▼▼▼

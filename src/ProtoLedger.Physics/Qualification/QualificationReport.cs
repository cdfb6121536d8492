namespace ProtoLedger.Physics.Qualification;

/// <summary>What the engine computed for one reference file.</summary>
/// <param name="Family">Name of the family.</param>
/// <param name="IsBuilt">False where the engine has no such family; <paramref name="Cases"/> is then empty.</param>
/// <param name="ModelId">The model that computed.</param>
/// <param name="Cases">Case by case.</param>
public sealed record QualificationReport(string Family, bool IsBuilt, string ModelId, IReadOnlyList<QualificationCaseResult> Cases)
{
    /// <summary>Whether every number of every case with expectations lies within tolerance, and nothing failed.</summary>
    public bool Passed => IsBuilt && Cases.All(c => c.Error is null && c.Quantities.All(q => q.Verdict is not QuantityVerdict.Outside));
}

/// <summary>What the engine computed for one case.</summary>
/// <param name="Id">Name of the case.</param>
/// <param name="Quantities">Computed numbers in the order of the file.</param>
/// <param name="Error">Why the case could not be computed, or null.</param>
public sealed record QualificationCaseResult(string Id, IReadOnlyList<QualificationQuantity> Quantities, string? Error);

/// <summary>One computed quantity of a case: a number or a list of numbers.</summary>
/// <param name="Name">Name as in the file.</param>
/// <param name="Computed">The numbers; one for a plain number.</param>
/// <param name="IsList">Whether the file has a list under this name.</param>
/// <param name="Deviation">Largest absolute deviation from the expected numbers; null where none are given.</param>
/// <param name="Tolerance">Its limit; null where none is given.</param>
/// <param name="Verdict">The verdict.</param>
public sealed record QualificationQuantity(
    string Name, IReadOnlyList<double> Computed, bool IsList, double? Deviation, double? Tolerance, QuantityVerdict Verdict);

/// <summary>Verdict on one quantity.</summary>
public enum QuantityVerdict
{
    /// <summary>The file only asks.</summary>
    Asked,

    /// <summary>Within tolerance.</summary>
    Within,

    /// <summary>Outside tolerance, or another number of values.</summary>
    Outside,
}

▲▲▲
▼▼▼

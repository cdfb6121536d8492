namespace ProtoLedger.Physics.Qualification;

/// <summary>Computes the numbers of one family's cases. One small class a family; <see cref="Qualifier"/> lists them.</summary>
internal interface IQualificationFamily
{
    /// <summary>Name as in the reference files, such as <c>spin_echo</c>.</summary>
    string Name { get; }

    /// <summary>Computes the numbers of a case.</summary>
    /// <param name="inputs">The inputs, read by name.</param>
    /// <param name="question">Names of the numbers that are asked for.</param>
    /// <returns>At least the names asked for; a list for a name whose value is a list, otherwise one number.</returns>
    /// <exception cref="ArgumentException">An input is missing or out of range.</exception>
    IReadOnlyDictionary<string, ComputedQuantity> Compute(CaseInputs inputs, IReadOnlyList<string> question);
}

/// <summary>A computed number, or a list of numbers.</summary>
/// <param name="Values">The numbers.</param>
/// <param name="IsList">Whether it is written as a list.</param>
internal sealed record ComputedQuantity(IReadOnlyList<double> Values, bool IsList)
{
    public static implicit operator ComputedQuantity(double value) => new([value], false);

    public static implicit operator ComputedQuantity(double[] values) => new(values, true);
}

▲▲▲
▼▼▼

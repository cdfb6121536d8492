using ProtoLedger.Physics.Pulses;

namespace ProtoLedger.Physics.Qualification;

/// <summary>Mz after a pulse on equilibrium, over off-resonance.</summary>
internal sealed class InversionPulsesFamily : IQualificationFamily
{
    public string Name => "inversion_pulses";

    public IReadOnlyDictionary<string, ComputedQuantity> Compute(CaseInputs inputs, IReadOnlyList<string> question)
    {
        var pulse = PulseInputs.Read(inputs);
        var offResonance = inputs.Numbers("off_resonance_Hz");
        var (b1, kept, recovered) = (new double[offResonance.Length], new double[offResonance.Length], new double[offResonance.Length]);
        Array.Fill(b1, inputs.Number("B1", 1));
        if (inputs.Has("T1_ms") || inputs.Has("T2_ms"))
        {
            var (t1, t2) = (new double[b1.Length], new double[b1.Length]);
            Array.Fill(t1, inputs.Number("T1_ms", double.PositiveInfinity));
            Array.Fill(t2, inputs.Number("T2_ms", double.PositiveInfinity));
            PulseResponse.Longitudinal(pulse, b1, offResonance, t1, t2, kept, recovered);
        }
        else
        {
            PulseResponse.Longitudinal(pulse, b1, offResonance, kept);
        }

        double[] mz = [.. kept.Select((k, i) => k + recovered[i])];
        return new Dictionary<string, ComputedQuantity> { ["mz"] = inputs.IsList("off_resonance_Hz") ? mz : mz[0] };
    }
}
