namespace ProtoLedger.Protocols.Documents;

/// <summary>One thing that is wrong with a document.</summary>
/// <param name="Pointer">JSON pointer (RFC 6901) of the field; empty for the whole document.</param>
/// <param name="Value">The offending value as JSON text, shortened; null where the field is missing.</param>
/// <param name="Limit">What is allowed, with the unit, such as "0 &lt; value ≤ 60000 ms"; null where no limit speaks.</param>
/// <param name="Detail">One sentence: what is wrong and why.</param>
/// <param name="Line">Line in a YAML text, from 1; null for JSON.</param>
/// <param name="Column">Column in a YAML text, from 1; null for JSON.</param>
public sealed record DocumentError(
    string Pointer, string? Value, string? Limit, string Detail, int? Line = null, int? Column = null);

▲▲▲

How to complete this task: If a line of the records above contains the word "inputs", count it; then give the total and nothing more.

Expected output: 10